A Clearer View: Tobacco settlement made state healthier

This past week marked the 15th anniversary of Minnesota's tobacco settlement. Those of us involved in the trial will never forget it.

In 1994, as Minnesota attorney general, I joined forces with Blue Cross and Blue Shield of Minnesota to bring an antitrust lawsuit against the tobacco companies. Mike Ciresi, Roberta Walburn and their stellar legal team agreed to partner with us. We had an active partnership, a dynamic team of assistant attorneys general working alongside a private legal team.

Efforts against Big Tobacco often are described as David-vs.-Goliath struggles, but I'll put it even more strongly. This time it was good vs. evil.

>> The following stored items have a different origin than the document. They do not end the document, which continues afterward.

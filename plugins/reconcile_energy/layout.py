"""Checks an energy case against its network, and turns every quantity into numbers of one set of units."""

from __future__ import annotations

from dataclasses import dataclass

import numpy as np
import numpy.typing as npt

from reconcile import Network, System, did_you_mean
from reconcile.units import (
    UnitProblem,
    describe_kind,
    difference_factor,
    factor_offset,
    mismatch_hint,
    parse_quantity,
    same_kind,
)

from .options import EnergyOptions

__all__ = ["Nodes", "Plan", "make_plan"]

Array = npt.NDArray[np.float64]
Ints = npt.NDArray[np.int64]

_BASE = {
    "mass per time": ("kg/s", "kW", "kJ/(kg K)"),
    "volume per time": ("m3/s", "kW", "kJ/(kg K)"),
    "amount per time": ("mol/s", "kW", "kJ/(mol K)"),
    "mass": ("kg", "kJ", "kJ/(kg K)"),
    "volume": ("m3", "kJ", "kJ/(kg K)"),
    "amount": ("mol", "kJ", "kJ/(mol K)"),
}
TRIPLE_POINT = 0.01
"""degC; the zero of enthalpy in the steam tables."""


@dataclass(frozen=True)
class Nodes:
    """What happens to heat at the nodes; names, and pairs of streams by index.

    Attributes
    ----------
    balanced : tuple of str
        Nodes with an energy balance.
    supplied, removed : tuple of str
        Nodes with a heat duty.
    exchanges : tuple of (str, str)
        Warmer and colder side of each exchanger.
    losing : tuple of str
        Nodes with an expected heat loss.
    storing : tuple of str
        Nodes whose inventory may change, and with it their heat.
    equal : ndarray of int, shape (k, 2)
        Pairs of streams with one temperature.
    equal_at : tuple of str
        Node of each pair.
    """

    balanced: tuple[str, ...]
    supplied: tuple[str, ...]
    removed: tuple[str, ...]
    exchanges: tuple[tuple[str, str], ...]
    losing: tuple[str, ...]
    storing: tuple[str, ...]
    equal: Ints
    equal_at: tuple[str, ...]


@dataclass(frozen=True)
class Plan:
    """All that the balances are written from.

    Attributes
    ----------
    options : EnergyOptions
    carried : ndarray, shape (number of streams,)
        Heat unit per unit of flow and of kJ/kg (kJ/mol for molar flows).
    capacity : ndarray, shape (number of streams,)
        kJ/kg per temperature unit; nan for water and steam by the tables.
    reference : float
        In the temperature unit.
    medium : tuple of str
        ``water``, ``steam``, ``saturated``, or empty for a constant heat capacity.
    pressure, quality : ndarray, shape (number of streams,)
        Exactly known values, nan where it is a variable or none is needed.
    to_celsius : (float, float)
        Factor and offset of the temperature unit.
    to_bar : float
    leak_of : dict of str to str
    """

    options: EnergyOptions
    carried: Array
    capacity: Array
    reference: float
    medium: tuple[str, ...]
    pressure: Array
    quality: Array
    to_celsius: tuple[float, float]
    to_bar: float
    nodes: Nodes
    leak_of: dict[str, str]

    def having(self, *media: str) -> Ints:
        """Streams of these media."""
        return np.flatnonzero([m in media for m in self.medium])


def make_plan(network: Network, system: System, options: EnergyOptions) -> Plan:
    """Check the options against the network.

    Parameters
    ----------
    network : Network
    system : System
        Read for the flows, which another domain must have declared.
    options : EnergyOptions

    Returns
    -------
    Plan

    Raises
    ------
    ValueError
        Naming the option and what to write instead.
    """
    if system.find("flow", network.streams) is None:
        raise ValueError("heat is carried by flows: add the domain fluid (or mixture) to the case")
    flow_unit = system.unit(system.column(f"{network.streams[0]}.flow"))
    kind = describe_kind(flow_unit)
    if kind not in _BASE:
        raise ValueError(
            f"flows are in {flow_unit} ({kind or 'unknown'}), which carries no heat; write e.g. kg/h or m3/h"
        )
    base, heat, capacity_unit = _BASE[kind]
    per_flow = factor_offset(flow_unit, base)[0] / _fits("unit", options.unit, heat)
    temperature = options.temperature
    _fits("temperature", temperature, "degC")
    to_bar = _fits("pressure", options.pressure, "bar")
    carried = np.full(len(network.streams), per_flow)
    if kind.startswith("volume"):
        carried *= _densities(network, options, flow_unit)
    medium = tuple(m or "" for m in network.of_streams("medium"))
    if any(medium) and kind.startswith("amount"):
        raise ValueError(f"water and steam are tabulated by mass, but flows are in {flow_unit}; declare them as mass")
    kelvin = difference_factor(temperature, "K")
    capacity = _capacities(network, options, medium, capacity_unit) * kelvin
    factor, offset = factor_offset("degC", temperature)
    reference = factor * TRIPLE_POINT + offset
    if options.reference is not None:
        stated = _quantity("reference", options.reference, temperature)
        if any(medium) and abs(stated - reference) > 1e-6 * abs(factor):
            raise ValueError(
                f"reference is {options.reference}, but the steam tables have their zero at 0.01 degC; leave it out"
            )
        reference = stated
    pressure, quality = _states(network, medium, options)
    return Plan(
        options,
        carried,
        capacity,
        reference,
        medium,
        pressure,
        quality,
        factor_offset(temperature, "degC"),
        to_bar,
        _nodes(network, system),
        _leaks(network),
    )


# ------------------------------------------------------------------ quantities


def _fits(name: str, unit: str, wanted: str) -> float:
    """Factor to the wanted unit; refuses other kinds."""
    try:
        if same_kind(unit, wanted):
            return factor_offset(unit, wanted)[0]
        hint = mismatch_hint(unit, wanted) or f"write a unit like {wanted}"
    except UnitProblem as error:
        raise ValueError(f"{name}: {error.message}; {error.hint}") from error
    raise ValueError(f"{name} is in {unit} ({describe_kind(unit)}), but a unit like {wanted} is needed; {hint}")


def _quantity(name: str, text: str | float, wanted: str) -> float:
    """Value in the wanted unit of ``4.18 kJ/(kg K)``."""
    try:
        value, unit = parse_quantity(str(text))
        if not unit:
            raise ValueError(f"{name} is {text} of what? Write its unit, e.g. {text} {wanted}")
        if not same_kind(unit, wanted):
            _fits(name, unit, wanted)
        factor, offset = factor_offset(unit, wanted)
    except UnitProblem as error:
        raise ValueError(f"{name}: {error.message}; {error.hint}") from error
    return factor * value + offset


def _densities(network: Network, options: EnergyOptions, flow_unit: str) -> Array:
    """Density of every stream in kg/m3."""
    out = []
    for stream, own in zip(network.streams, network.of_streams("density"), strict=True):
        text = own if own is not None else options.density
        if text is None:
            raise ValueError(
                f"flows are in {flow_unit}, a volume, and stream {stream!r} has no density to tell its mass; "
                "add density: 992 kg/m3 to it, or under energy for all streams"
            )
        out.append(_positive(f"density of {stream!r}", _quantity(f"density of {stream!r}", text, "kg/m3")))
    return np.array(out)


def _positive(name: str, value: float) -> float:
    if not value > 0:
        raise ValueError(f"{name} must be above zero")
    return value


def _capacities(network: Network, options: EnergyOptions, medium: tuple[str, ...], unit: str) -> Array:
    out = np.full(len(network.streams), np.nan)
    own = network.of_streams("heat_capacity")
    for i, stream in enumerate(network.streams):
        if medium[i]:
            if own[i] is not None:
                raise ValueError(f"stream {stream!r} has a heat_capacity and a medium; keep one of the two")
            continue
        text = own[i] if own[i] is not None else options.heat_capacity
        if text is None:
            raise ValueError(
                f"stream {stream!r} has neither a heat_capacity nor a medium; add e.g. heat_capacity: 4.18 kJ/(kg K)"
            )
        name = f"heat_capacity of {stream!r}"
        out[i] = _positive(name, _quantity(name, text, unit))
    return out


def _states(network: Network, medium: tuple[str, ...], options: EnergyOptions) -> tuple[Array, Array]:
    """Stated pressures, in the pressure unit, and qualities."""
    pressure, quality = np.full(len(medium), np.nan), np.full(len(medium), np.nan)
    stated = (network.of_streams("pressure"), network.of_streams("quality"))
    for i, (stream, p, x) in enumerate(zip(network.streams, *stated, strict=True)):
        if p is not None and medium[i]:
            name = f"pressure of {stream!r}"
            pressure[i] = _positive(name, _quantity(name, p, options.pressure))
        if x is not None:
            if medium[i] != "saturated":
                raise ValueError(f"stream {stream!r} has a quality, but only medium: saturated has one")
            quality[i] = x
    return pressure, quality


# ------------------------------------------------------------------ nodes


def _nodes(network: Network, system: System) -> Nodes:
    heat = dict(zip(network.nodes, network.of_nodes("heat", False), strict=True))
    growing = system.find("accumulation")
    grown = set(growing.items) if growing is not None else set()
    storing = tuple(n for n in network.nodes if n in grown)
    exchanges = _exchanges(network)
    active = {n for n, h in heat.items() if h} | {n for pair in exchanges for n in pair} | set(storing)
    losing = tuple(n for n, lost in zip(network.nodes, network.of_nodes("loss", False), strict=True) if lost)
    active |= set(losing)
    simple, pairs, places = set(), [], []
    for k in np.flatnonzero(network.of_nodes("splits", False)):
        node = network.nodes[int(k)]
        into, out = np.flatnonzero(network.target == k), np.flatnonzero(network.source == k)
        if out.size < 2:
            raise ValueError(f"node {node!r} splits, but only {out.size} of its streams leaves it; draw the others")
        first = int(out[0])
        if into.size == 1 and node not in active:
            simple.add(node)
            first = int(into[0])
        others = [int(j) for j in out if j != first]
        pairs += [(first, j) for j in others]
        places += [node] * len(others)
    return Nodes(
        balanced=tuple(n for n in network.nodes if n not in simple),
        supplied=tuple(n for n in network.nodes if heat[n] in (True, "supplied")),
        removed=tuple(n for n in network.nodes if heat[n] == "removed"),
        exchanges=exchanges,
        losing=losing,
        storing=storing,
        equal=np.array(pairs, dtype=np.int64).reshape(-1, 2),
        equal_at=tuple(places),
    )


def _exchanges(network: Network) -> tuple[tuple[str, str], ...]:
    out: list[tuple[str, str]] = []
    for node, other in zip(network.nodes, network.of_nodes("exchanges_with"), strict=True):
        if other is None:
            continue
        if other == node:
            raise ValueError(f"node {node!r} exchanges heat with itself; name the node of the colder side")
        if other not in network.nodes:
            hint = did_you_mean(other, network.nodes) or "name the node of the colder side"
            raise ValueError(f"node {node!r} exchanges heat with {other!r}, which is no node; {hint}")
        if (other, node) in out:
            raise ValueError(
                f"nodes {other!r} and {node!r} each say that they exchange heat with the other; "
                "say it once, at the warmer side"
            )
        out.append((node, other))
    return tuple(out)


def _leaks(network: Network) -> dict[str, str]:
    """Stream whose material leaks at each node: the named one, else one that leaves, else one that enters."""
    out = {}
    for node, stated in zip(network.nodes, network.of_nodes("leak_of"), strict=True):
        touching = (*network.leaving(node), *network.entering(node))
        if stated and stated not in touching:
            hint = did_you_mean(stated, touching) or f"write one of {', '.join(touching)}"
            raise ValueError(f"node {node!r}: leak_of names {stated!r}, which does not touch it; {hint}")
        out[node] = stated or touching[0]
    return out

The tobacco companies were considered invincible at that time. Our decision to take them on brought skepticism: Lake Wobegon against one of the most powerful industries in the world.

But we had the truth on our side. We focused on the most damning evidence possible: the words of the industry itself, contained in millions of pages of internal documents never before shown to the public.

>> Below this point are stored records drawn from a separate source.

def _check_blocks(system: System, first: int, info: DomainInfo) -> None:
    """Refuse variables whose unit is no text, and faults whose sentences cannot be filled."""
    words = {"item": "", "size": "", "unit": "", "direction": ""}
    for block in system.blocks[first:]:
        owner = f"domain {info.domain.name!r}"
        if not isinstance(block.unit, str):
            raise PluginError(
                info.plugin, f"{owner} gives {block.quantity!r} a unit that is no text: {block.unit!r:.80}"
            )
        if block.fault is None:
            continue
        for key, text in (("says", block.fault.says), ("separate", block.fault.separate)):
            try:
                text.format(**words)
            except Exception as error:
                raise PluginError(
                    info.plugin,
                    f"{owner} has a fault {block.quantity!r} whose {key}= cannot be filled: {told(str(text), 200)}",
                    hint="there are {item}, {size}, {unit} and {direction}",
                ) from error
            if len(text) > LONGEST_TEXT:
                raise PluginError(
                    info.plugin, f"{owner}: {key}= of fault {block.quantity!r} has {len(text)} characters"
                )
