package spgpe.grid;

import spgpe.internal.check.Check;

/**
 * One periodic axis: N equally spaced points x_i = i L/N, i = 0..N-1, on a ring of length L.
 *
 * <p>Lengths are in scaled units. Immutable and thread-safe.
 *
 * @param points number of points N, 2 to 2<sup>20</sup>
 * @param length ring length L, finite and positive
 */
public record Axis(int points, double length) {
  private static final int MAX_POINTS = 1 << 20;

  /**
   * Checks the values.
   *
   * @param points number of points N
   * @param length ring length L
   * @throws IllegalArgumentException if a value is out of range
   */
  public Axis {
    Check.inRange(points, 2, MAX_POINTS, "points");
    Check.positive(length, "length");
    double largest = Math.PI * points / length;
    Check.argument(
        length / points > 0
            && points * length < Double.POSITIVE_INFINITY
            && largest * largest < Double.POSITIVE_INFINITY,
        "spacing length/points, points*length and the square of the largest wave number must be"
            + " representable: length=%s, points=%s", length, points);
  }

  /**
   * Makes an axis.
   *
   * @param points number of points, 2 to 2<sup>20</sup>
   * @param length ring length, finite and positive
   * @return the axis
   * @throws IllegalArgumentException if a value is out of range
   */
  public static Axis of(int points, double length) {
    return new Axis(points, length);
  }

  /**
   * Makes the axis with the fewest points, among powers of two, on which a cubic force of modes
   * |n| &le; largestMode does not alias: N &ge; 4 largestMode + 1.
   *
   * @param largestMode largest kept mode number, at least 1
   * @param length ring length, finite and positive
   * @return the axis
   * @throws IllegalArgumentException if a value is out of range
   */
  public static Axis holdingModes(int largestMode, double length) {
    Check.inRange(largestMode, 1, MAX_POINTS / 8, "largestMode");
    int needed = 4 * largestMode + 1;
    return of(Integer.highestOneBit(needed - 1) << 1, length);
  }

  /**
   * Distance between neighbouring points.
   *
   * @return L/N
   */
  public double spacing() {
    return length / points;
  }

  /**
   * Position of a point.
   *
   * @param i point index, 0 to N-1
   * @return i L/N
   */
  public double position(int i) {
    return i * length / points;
  }

  /**
   * Wave number of a mode.
   *
   * @param n mode number, any sign
   * @return 2 pi n / L
   */
  public double waveNumber(int n) {
    return 2 * Math.PI * n / length;
  }

  /**
   * Smallest mode number the points can represent.
   *
   * @return -floor(N/2)
   */
  public int lowestMode() {
    return -(points / 2);
  }

  /**
   * Largest mode number the points can represent.
   *
   * @return ceil(N/2) - 1
   */
  public int highestMode() {
    return (points - 1) / 2;
  }
}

What they exposed was shocking. They revealed an industry that knowingly produced products lethal to half the people who use them and that create injury to millions of others. Companies ignored their own research about tobacco's dangers and addictive properties; in fact, they were manipulating cigarette design to make them more addictive despite those dangers. Then they deliberately marketed them to every demographic group — even researching the best ways to get cigarettes into the hands of kids.

We fought to make sure those documents saw the light of day. It wasn't just about the trial. It was about the industry's deceptive business practices and the impact on the public's health. It was essential for people to understand who really was behind the problem of tobacco in this country. If companies create deadly products, engineer them to addict customers and use the best marketers in the world to sell them, what chance do any of us have?

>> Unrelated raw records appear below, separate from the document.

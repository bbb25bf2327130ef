package spgpe.benchmarks;

import java.lang.management.ManagementFactory;
import java.util.Arrays;
import java.util.List;
import java.util.Locale;
import spgpe.grid.Axis;
import spgpe.grid.PeriodicGrid;
import spgpe.hamiltonian.BiquadraticCoupling;
import spgpe.hamiltonian.CoherentCoupling;
import spgpe.hamiltonian.Hamiltonian;
import spgpe.integrate.OuRk4;
import spgpe.model.Model;
import spgpe.observables.SpatialMean;
import spgpe.observables.TimeAverage;
import spgpe.observables.bubble.BubbleDetector;
import spgpe.observables.bubble.BubbleSettings;
import spgpe.observables.bubble.MetastableFluctuations;
import spgpe.observables.correlation.SpatialCorrelation;
import spgpe.observables.density.AtomNumber;
import spgpe.observables.density.Current;
import spgpe.observables.density.Density;
import spgpe.observables.density.Energy;
import spgpe.observables.density.Momentum;
import spgpe.observables.density.PairMoment;
import spgpe.observables.phase.ComponentPhase;
import spgpe.observables.phase.RelativePhase;
import spgpe.observables.spectrum.ModeOccupation;
import spgpe.observables.spectrum.StructureFactor;
import spgpe.observables.thermometry.DynamicalTemperature;
import spgpe.observables.thermometry.Equipartition;
import spgpe.observables.topology.Kinks;
import spgpe.observables.topology.PhaseSlips;
import spgpe.projector.Projector;
import spgpe.reservoir.Reservoir;
import spgpe.run.Ensemble;
import spgpe.run.InitialState;
import spgpe.run.Observable;
import spgpe.run.Recording;
import spgpe.run.Schedule;

/**
 * What observing costs: the CPU time of ensembles with all observables every 5 time units against
 * the same ensembles without, in alternating runs on one thread; prints the median of the ratios of
 * neighbouring runs with its quartiles, and the ratio of the fastest runs, which a busy machine
 * disturbs least.
 */
public final class ObservationCost {
  private static final double LENGTH = 48;
  private static final Schedule SCHEDULE = Schedule.every(5).startingAt(5);

  private ObservationCost() {}

  private static List<Observable> everyday() {
    return List.of(
        PairMoment.all(), Density.ofComponent(0), Density.ofComponent(1), Density.total(),
        Density.spin(Density.SpinAxis.X), Density.spin(Density.SpinAxis.Y),
        Density.spin(Density.SpinAxis.Z), AtomNumber.total(), Energy.byTerm(),
        Energy.grandCanonical(), Momentum.total(), Current.total(0), RelativePhase.meanCosine(),
        RelativePhase.cosine(), RelativePhase.wrappedAbout(Math.PI), RelativePhase.winding(),
        SpatialMean.ofSquare(RelativePhase.sine()), SpatialCorrelation.firstOrder(0),
        SpatialCorrelation.secondOrder(0), SpatialCorrelation.phaseDeviation(Math.PI),
        SpatialCorrelation.coherence(), MetastableFluctuations.observable(),
        ModeOccupation.ofComponent(0), ModeOccupation.inPhase(), ModeOccupation.outOfPhase(),
        StructureFactor.ofDensity(), StructureFactor.ofSpin(Density.SpinAxis.Z),
        Equipartition.overall(), Kinks.count());
  }

  /** What an average over the metastable state needs. */
  private static List<Observable> metastable() {
    return List.of(
        PairMoment.all(), RelativePhase.meanCosine(), SpatialMean.ofSquare(RelativePhase.sine()),
        SpatialCorrelation.phaseDeviation(Math.PI), MetastableFluctuations.observable());
  }

  private static List<Observable> thermometers() {
    return List.of(
        Equipartition.inBands(0, 1, 2, 3.2), DynamicalTemperature.inverse(),
        DynamicalTemperature.inverseAtFixedNumber());
  }

  private static Ensemble plain(long trajectories, double until) {
    Model model =
        Model.of(
            Projector.modesUpTo(24).on(PeriodicGrid.of(Axis.of(100, LENGTH))),
            Hamiltonian.pair(1, 0).with(CoherentCoupling.constant(0.1))
                .with(BiquadraticCoupling.of(0.225)),
            Reservoir.of(0.0516, 1.1, 0.1));
    return Ensemble.of(model).startingFrom(InitialState.uniform(1, -1))
        .integratedBy(OuRk4.ofStep(0.1)).trajectories(trajectories).seed(1).until(until);
  }

  private static Ensemble recording(Ensemble plan, List<Observable> observables) {
    Ensemble result = plan;
    for (Observable observable : observables) {
      result = result.record(Recording.of(observable, SCHEDULE, TimeAverage::new));
    }
    return result;
  }

  private static Ensemble withTrackers(Ensemble plan) {
    BubbleSettings settings =
        BubbleSettings.atLevel(0).withSmoothing(1.5).withHysteresis(0, -0.75);
    return plan
        .record(
            Recording.of(
                RelativePhase.cosine(), SCHEDULE, BubbleDetector.of(settings).census(LENGTH)))
        .record(Recording.of(ComponentPhase.winding(0), SCHEDULE, PhaseSlips::new));
  }

  private static double seconds(Ensemble plan) {
    long begin = ManagementFactory.getThreadMXBean().getCurrentThreadCpuTime();
    plan.runOn(Runnable::run);
    return (ManagementFactory.getThreadMXBean().getCurrentThreadCpuTime() - begin) * 1e-9;
  }

  private static void compare(String name, Ensemble plain, Ensemble observed, int pairs) {
    double[] ratios = new double[pairs];
    double fastest = Double.POSITIVE_INFINITY;
    double fastestObserved = Double.POSITIVE_INFINITY;
    for (int i = -5; i < pairs; i++) { // five pairs to warm up
      double without = seconds(plain);
      double with = seconds(observed);
      if (i >= 0) {
        ratios[i] = with / without;
        fastest = Math.min(fastest, without);
        fastestObserved = Math.min(fastestObserved, with);
      }
    }
    Arrays.sort(ratios);
    System.out.printf(
        Locale.ROOT, "%-34s median ratio %.3f [%.3f, %.3f], of the fastest %.3f (%.3f s)%n", name,
        ratios[pairs / 2], ratios[pairs / 4], ratios[pairs - 1 - pairs / 4],
        fastestObserved / fastest, fastest);
  }

  /**
   * Runs the comparison.
   *
   * @param arguments pairs of runs (default 41), trajectories (default 8), end time (default 100),
   *     anything as a fourth to time each observable alone
   */
  public static void main(String[] arguments) {
    int pairs = arguments.length > 0 ? Integer.parseInt(arguments[0]) : 41;
    long trajectories = arguments.length > 1 ? Long.parseLong(arguments[1]) : 8;
    double until = arguments.length > 2 ? Double.parseDouble(arguments[2]) : 100;
    Ensemble plain = plain(trajectories, until);
    Ensemble all = withTrackers(recording(plain, everyday()));
    compare("nothing", plain, plain(trajectories, until), pairs);
    compare("averages of the metastable state", plain, recording(plain, metastable()), pairs);
    compare("all but dynamical temperatures", plain, all, pairs);
    compare("all", plain, recording(all, thermometers()), pairs);
    if (arguments.length > 3) {
      for (List<Observable> group : List.of(everyday(), thermometers())) {
        for (Observable observable : group) {
          compare(observable.name(), plain, recording(plain, List.of(observable)), pairs);
        }
      }
    }
  }
}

During the trial, the industry used every trick in the book; but when it was over, industry leaders realized they could not win and delivered to Minnesota what was at the time the fourth-largest settlement in legal history.

After the trial, we were lucky to have giants of health advise us, including the late Surgeon General C. Everett Koop. With Dr. Koop, former FDA Commissioner Dr. David Kessler, Dr. Richard Hurt of Mayo Clinic and others, we created ClearWay Minnesota, an organization dedicated to reducing the harm tobacco causes Minnesotans.

Through ClearWay, the settlement still funds programs like QUITPLAN Services, which have helped nearly 20,000 Minnesotans quit tobacco. It's allowing for new research, helping pass policies that reduce smoking (like smoke-free laws and cigarette tax increases), funding educational media campaigns and cultivating health leaders in diverse communities. Blue Cross' settlement portion also is used for health purposes, funding the successful Prevention Minnesota programs.

Since the settlement, Minnesota's smoking prevalence has dropped from 22.1 percent to 16.1 percent. That decline is attributable to initiatives of the organizations and their partners, including tobacco price increases, smoke-free policies, mass-media campaigns and cessation treatment.

What we did in the 1990s created a cultural shift that is continuing today across the country. Many thousands of people have quit, and whole generations of kids are less drawn to tobacco because of what we started. Thirty states are now smoke-free. Many young people don't know what it's like to have smoke in their workplaces or to breathe it at a restaurant.

What we did here in Minnesota also resonated throughout the world. We helped influence the World Health Organization's Framework Convention on Tobacco Control, a global partnership of 344 nations to restrict tobacco advertising and adopt policies that decrease tobacco use.

It's true the tobacco industry is still with us, working to hook people. I am pleased Minnesota's health organizations are still taking them on, and I hope they always will. But when I see an ad directing smokers to QUITPLAN or to dine in a smoke-free restaurant, or when I hear about Minnesota's high health rankings, I remember how far we've come. And I can't help smiling and feeling proud that we helped make Minnesota — and the world — healthier.

Hubert H. "Skip" Humphrey III was Minnesota attorney general from 1983 to 1998. He currently works in the Consumer Financial Protection Bureau of the Office of Financial Protection for Older Americans. He wrote this for the News Tribune.